Dataset items:
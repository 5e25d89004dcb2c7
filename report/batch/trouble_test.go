//go:build unix

package batch

import (
	"context"
	"errors"
	"fmt"
	"math/rand/v2"
	"os"
	"os/exec"
	"path/filepath"
	"strings"
	"testing"
	"time"

	"github.com/google/go-cmp/cmp"

	"shearbook/report"
)

// jobVariable makes the test binary do a job and nothing else: it holds the
// input and the output.
const jobVariable = "SHEARBOOK_TEST_JOB"

func TestMain(m *testing.M) {
	if inOut := os.Getenv(jobVariable); inOut != "" {
		doJob(inOut)
		return
	}
	os.Exit(m.Run())
}

// doJob runs the job of the kill test.
func doJob(inOut string) {
	in, out, _ := strings.Cut(inOut, "|")
	limitFiles()
	job := killJob(in, out)
	job.Resume = true
	if _, err := Run(context.Background(), job); err != nil {
		fmt.Println(err)
		os.Exit(1)
	}
}

func killJob(in, out string) Job {
	job := Job{Inputs: []string{in}, Out: out, Facts: report.Facts{Extend: "constant-velocity"}, Derive: DeriveOptions{GeoJSON: true, JSON: true}}
	job.Codes = mustCode(&testing.T{}, "asce-7-22", "ec8-2004")
	return job
}

// A kill at any moment loses nothing and leaves nothing half-written: at every
// moment the earlier batch stands, or none, or the whole new one; and what the
// next run goes on with comes to the same bytes.
func TestKill(t *testing.T) {
	dir := t.TempDir()
	in, out := filepath.Join(dir, "in"), filepath.Join(dir, "out")
	writeMixed(t, filepath.Join(in, "region.csv"), 12000, 5)
	writeMixed(t, filepath.Join(in, "small.csv"), 100, 6)
	_, want := runJob(t, killJob(in, filepath.Join(dir, "whole")))
	earlierJob := killJob(filepath.Join(in, "small.csv"), out)
	_, earlier := runJob(t, earlierJob)
	took := timeJob(t, in, filepath.Join(dir, "timed"))

	random := rand.New(rand.NewPCG(uint64(took), 9))
	kills, finished, between := 0, 0, 0
	for kills < 20 && finished < 40 {
		command := exec.Command(os.Args[0])
		command.Env = append(os.Environ(), jobVariable+"="+in+"|"+out)
		if err := command.Start(); err != nil {
			t.Fatal(err)
		}
		timer := time.AfterFunc(time.Duration(random.Int64N(int64(took))), func() { command.Process.Kill() })
		err := command.Wait()
		timer.Stop()
		got := readFolder(t, out)
		if err == nil {
			finished++
			if diff := cmp.Diff(want, got); diff != "" {
				t.Fatalf("after %d kills: %.2000s", kills, diff)
			}
			if err := os.RemoveAll(out); err != nil {
				t.Fatal(err)
			}
			runJob(t, earlierJob)
			continue
		}
		kills++
		summary, stands := got[Summary]
		switch {
		case !stands:
			between++
		case summary == earlier[Summary] && got[FaultsIn] == earlier[FaultsIn]:
		case summary == want[Summary] && got[FaultsIn] == want[FaultsIn] && got[MapLayer] == want[MapLayer]:
		default:
			t.Fatalf("kill %d left a summary of %d bytes, which is neither the earlier one nor the new one", kills, len(summary))
		}
	}
	if kills < 20 {
		t.Errorf("only %d kills came in time", kills)
	}
	t.Logf("%d kills, %d runs that finished, %d kills left no summary", kills, finished, between)
}

// timeJob returns how long the whole job takes.
func timeJob(t *testing.T, in, out string) time.Duration {
	t.Helper()
	command := exec.Command(os.Args[0])
	command.Env = append(os.Environ(), jobVariable+"="+in+"|"+out)
	start := time.Now()
	if text, err := command.CombinedOutput(); err != nil {
		t.Fatal(err, string(text))
	}
	return time.Since(start)
}

// A full disk, here a limit on the size of files, ends the run with a message;
// what was done is kept, and the next run goes on with it.
func TestDiskFull(t *testing.T) {
	dir := t.TempDir()
	in, out := filepath.Join(dir, "in"), filepath.Join(dir, "out")
	writeMixed(t, filepath.Join(in, "region.csv"), 12000, 7)
	command := exec.Command(os.Args[0])
	command.Env = append(os.Environ(), jobVariable+"="+in+"|"+out, limitVariable+"=1")
	text, err := command.CombinedOutput()
	if err == nil || !strings.Contains(string(text), "cannot be written in "+unfinished(out)) {
		t.Fatalf("%v: %s", err, text)
	}
	if _, err := os.Stat(filepath.Join(out, Summary)); err == nil {
		t.Error("a summary stands there")
	}
	job := killJob(in, out)
	job.Resume = true
	o, got := runJob(t, job)
	_, want := runJob(t, killJob(in, filepath.Join(dir, "whole")))
	if diff := cmp.Diff(want, got); diff != "" || o.Reused == 0 {
		t.Errorf("%d units were reused: %.2000s", o.Reused, diff)
	}
}

// Rows of a profile that do not follow one another are brought together,
// whatever the size of the table: then the answers are those of the table in
// order, and each such profile has a note.
func TestRowsApart(t *testing.T) {
	for _, profiles := range []int{3, 9000} {
		dir := t.TempDir()
		var upper, lower, whole strings.Builder
		for p := range profiles {
			name := fmt.Sprintf("P%d", (p*7919)%profiles)
			top, bottom := fmt.Sprintf("%s,0,5,%d\n", name, 100+p%300), fmt.Sprintf("%s,5,60,%d\n", name, 400+p%300)
			upper.WriteString(top)
			lower.WriteString(bottom)
			whole.WriteString(top + bottom)
		}
		const head = "profile,top_m,bottom_m,vs_mps\n"
		apart := writeFile(t, filepath.Join(dir, "region.csv"), head+upper.String()+strings.TrimSuffix(lower.String(), "\n"))
		job := Job{Inputs: []string{apart}, Codes: mustCode(t, "ec8-2004")}
		var said string
		job.Say = func(text, _ string) { said += text }
		_, files := runJob(t, job)
		got := rowsOf(t, files)
		if !strings.Contains(said, "do not follow one another") || len(got) != profiles {
			t.Fatalf("%d profiles: %d rows, said %q", profiles, len(got), said)
		}
		_, files = runJob(t, Job{Inputs: []string{writeFile(t, filepath.Join(dir, "order", "region.csv"), head+whole.String())}, Codes: job.Codes})
		for i, want := range rowsOf(t, files) {
			if got[i].Profile != want.Profile || got[i].Class != want.Class || got[i].Velocity != want.Velocity || got[i].Line != i+2 || got[i].Notes != want.Notes+1 {
				t.Fatalf("got %+v, want %+v", got[i], want)
			}
		}
		first := fmt.Sprintf("the last stands in line %d,", profiles+2)
		if !strings.Contains(readFolder(t, job0Out(t, job))[FaultsIn], first) {
			t.Errorf("no note says that %s", first)
		}
		for i := range 3 { // shards and an interruption change nothing
			job.Out, job.Shard = filepath.Join(dir, fmt.Sprint("part", i)), Shard{i + 1, 3}
			runJob(t, job)
		}
		out := filepath.Join(dir, "merged")
		if _, err := Merge(context.Background(), []string{filepath.Join(dir, "part0"), filepath.Join(dir, "part1"), filepath.Join(dir, "part2")}, Job{Out: out}); err != nil {
			t.Fatal(err)
		}
		job.Shard, job.Out = Shard{}, ""
		if _, want := runJob(t, job); !cmp.Equal(want, readFolder(t, out)) {
			t.Error("merged shards differ")
		}
	}
}

func job0Out(t *testing.T, job Job) string {
	job.Out = filepath.Join(t.TempDir(), "again")
	runJob(t, job)
	return job.Out
}

// What a table states of one profile holds for that one, and of a profile that
// it does not have there is a note.
func TestScopedLines(t *testing.T) {
	in := writeFile(t, filepath.Join(t.TempDir(), "a.csv"), "# [B] depth reached: 20 m\n# [C] depth reached: 9 m\n"+
		"profile,top_m,bottom_m,vs_mps\nA,0,5,200\nA,5,60,300\nB,0,5,200\nB,5,60,300\n")
	_, files := runJob(t, Job{Inputs: []string{in}, Codes: mustCode(t, "ec8-2004")})
	rows := rowsOf(t, files)
	if len(rows) != 2 || rows[0].DepthReached != 60 || rows[1].DepthReached != 20 || rows[0].Notes != 1 ||
		!strings.Contains(files[FaultsIn], `no-such-profile,"a line above the header is about profile ""C"", which the file does not have"`) {
		t.Errorf("%+v\n%s", rows, files[FaultsIn])
	}
}

// A name that comes twice in different files is two profiles.
func TestOneNameInTwoFiles(t *testing.T) {
	dir := t.TempDir()
	a := writeFile(t, filepath.Join(dir, "a.csv"), "profile,top_m,bottom_m,vs_mps\nA,0,60,200\n")
	b := writeFile(t, filepath.Join(dir, "b.csv"), "profile,top_m,bottom_m,vs_mps\nA,0,60,500\n")
	_, files := runJob(t, Job{Inputs: []string{a, b}, Codes: mustCode(t, "ec8-2004")})
	rows := rowsOf(t, files)
	if len(rows) != 2 || rows[0].Class != "C" || rows[1].Class != "B" || rows[0].File != a || rows[1].File != b {
		t.Errorf("%+v", rows)
	}
}

// What cannot be read has a row that says why, and the others have theirs.
func TestUnreadable(t *testing.T) {
	dir := t.TempDir()
	in := filepath.Join(dir, "in")
	writeFile(t, filepath.Join(in, "good.csv"), "top_m,bottom_m,vs_mps\n0,60,300\n")
	writeFile(t, filepath.Join(in, "empty.csv"), "")
	writeFile(t, filepath.Join(in, "locked.csv"), "top_m,bottom_m,vs_mps\n0,60,300\n")
	for _, err := range []error{
		os.Symlink(filepath.Join(dir, "gone"), filepath.Join(in, "vanished.csv")),
		os.Symlink(in, filepath.Join(in, "loop")),
		os.Symlink("self.csv", filepath.Join(in, "self.csv")),
		os.Chmod(filepath.Join(in, "locked.csv"), 0),
	} {
		if err != nil {
			t.Fatal(err)
		}
	}
	var said []string
	o, files := runJob(t, Job{Inputs: []string{in, filepath.Join(dir, "none.csv")}, Codes: mustCode(t, "ec8-2004"),
		Say: func(text, _ string) { said = append(said, text) }})
	problems := map[string]string{}
	for _, r := range rowsOf(t, files) {
		problems[filepath.Base(r.File)] = r.Problem
	}
	locked := "the file may not be read"
	if os.Geteuid() == 0 {
		locked = "" // the superuser reads it all the same
	}
	want := map[string]string{"good.csv": "", "empty.csv": "the file is empty", "locked.csv": locked, "vanished.csv": "there is no such file",
		"none.csv": "there is no such file", "self.csv": "the file cannot be read: too many levels of symbolic links"}
	if diff := cmp.Diff(want, problems); diff != "" || o.Units != len(want) {
		t.Error(diff)
	}
	if len(said) != 1 || !strings.HasSuffix(said[0], "loop is a link to a folder and was not followed") {
		t.Errorf("said %q", said)
	}
}

// A folder with anything else in it is left alone, and so is an unfinished
// batch without Resume, or of another job.
func TestFolderInTheWay(t *testing.T) {
	dir := t.TempDir()
	in := writeFile(t, filepath.Join(dir, "a.csv"), "top_m,bottom_m,vs_mps\n0,60,300\n")
	job := Job{Inputs: []string{in}, Codes: mustCode(t, "ec8-2004"), Out: dir}
	var c *conflict
	if _, err := Run(context.Background(), job); !errors.As(err, &c) || !strings.Contains(c.Error(), "holds a.csv, which is not of a batch") {
		t.Error(err)
	}
	job.Out = filepath.Join(dir, "out")
	ctx, cancel := context.WithCancel(context.Background())
	cancel()
	if o, err := Run(ctx, job); err != nil || !o.Unfinished {
		t.Errorf("%+v, %v", o, err)
	}
	if _, err := Run(context.Background(), job); !errors.As(err, &c) || !strings.Contains(c.Hint(), "--resume") {
		t.Error(err)
	}
	other := job
	other.Resume, other.Near = true, 9
	if _, err := Run(context.Background(), other); !errors.As(err, &c) || !strings.Contains(c.Error(), "other inputs or options") {
		t.Error(err)
	}
	job.Resume = true
	runJob(t, job)
}

// What is wrong with a manifest is told before anything is done.
func TestManifestFaults(t *testing.T) {
	dir := t.TempDir()
	list := writeFile(t, filepath.Join(dir, "list.csv"), "file,code,datum,latitude,colour\na.csv,ec8-2005,deep,99,red\n,,,,\n")
	_, err := Run(context.Background(), Job{Inputs: []string{list}, Codes: mustCode(t, "ec8-2004"), Out: filepath.Join(dir, "out")})
	for _, want := range []string{
		`list.csv:1:5: a manifest has no column "colour"`, `list.csv:2:7: no code is called "ec8-2005"`, `list.csv:2:16: datum "deep" is no depth`,
		`list.csv:2:21: latitude "99" is no angle`, "latitude and longitude belong together", "list.csv:3:1: no file is named",
	} {
		if err == nil || !strings.Contains(err.Error(), want) {
			t.Errorf("no %q in %v", want, err)
		}
	}
}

■ ACTIVITY ■
Please transcribe the data above without changes, from its first line to its "half-written: at every" line, and leave out anything past that.

■ RESPONSE TO THIS EXERCISE ■
repository 5e25d89004dcb2c7
filename report/batch/trouble_test.go
//go:build unix

package batch

import (
	"context"
	"errors"
	"fmt"
	"math/rand/v2"
	"os"
	"os/exec"
	"path/filepath"
	"strings"
	"testing"
	"time"

	"github.com/google/go-cmp/cmp"

	"shearbook/report"
)

// jobVariable makes the test binary do a job and nothing else: it holds the
// input and the output.
const jobVariable = "SHEARBOOK_TEST_JOB"

func TestMain(m *testing.M) {
	if inOut := os.Getenv(jobVariable); inOut != "" {
		doJob(inOut)
		return
	}
	os.Exit(m.Run())
}

// doJob runs the job of the kill test.
func doJob(inOut string) {
	in, out, _ := strings.Cut(inOut, "|")
	limitFiles()
	job := killJob(in, out)
	job.Resume = true
	if _, err := Run(context.Background(), job); err != nil {
		fmt.Println(err)
		os.Exit(1)
	}
}

func killJob(in, out string) Job {
	job := Job{Inputs: []string{in}, Out: out, Facts: report.Facts{Extend: "constant-velocity"}, Derive: DeriveOptions{GeoJSON: true, JSON: true}}
	job.Codes = mustCode(&testing.T{}, "asce-7-22", "ec8-2004")
	return job
}

// A kill at any moment loses nothing and leaves nothing half-written: at every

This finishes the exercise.